(Stored data)
§
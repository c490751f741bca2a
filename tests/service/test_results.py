"""Typed results: every sample's analysis fits the documented model, and the OpenAPI schema describes it."""

from __future__ import annotations

import pytest

from app.room.roomfile import parse_room_file
from app.service.analysis import analyse
from app.service.results import Analysis
from tests.conftest import SAMPLES


@pytest.mark.parametrize("path", SAMPLES, ids=lambda p: p.stem)
def test_analysis_validates_against_its_model(path):
    result = analyse(parse_room_file(path.read_bytes()), with_budget=True)
    model = Analysis.model_validate(result)
    assert model.zones and all(z.grid is not None for z in model.zones)
    assert model.budget is not None


def test_openapi_names_request_and_response_models(client):
    schema = client.get("/openapi.json").json()
    post = schema["paths"]["/api/analyze"]["post"]
    assert post["requestBody"]["content"]["application/json"]["schema"] == {"$ref": "#/components/schemas/RoomFile"}
    ok = post["responses"]["200"]["content"]["application/json"]["schema"]
    assert ok == {"$ref": "#/components/schemas/Analysis"}
    comps = schema["components"]["schemas"]
    assert {"RoomFile", "Room", "Fixture", "Analysis", "ZoneResult"} <= set(comps)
§
*To do*: Single out each line of the records above with the string "comps" in it, and copy it.

*Finished task*:
    comps = schema["components"]["schemas"]
    assert {"RoomFile", "Room", "Fixture", "Analysis", "ZoneResult"} <= set(comps)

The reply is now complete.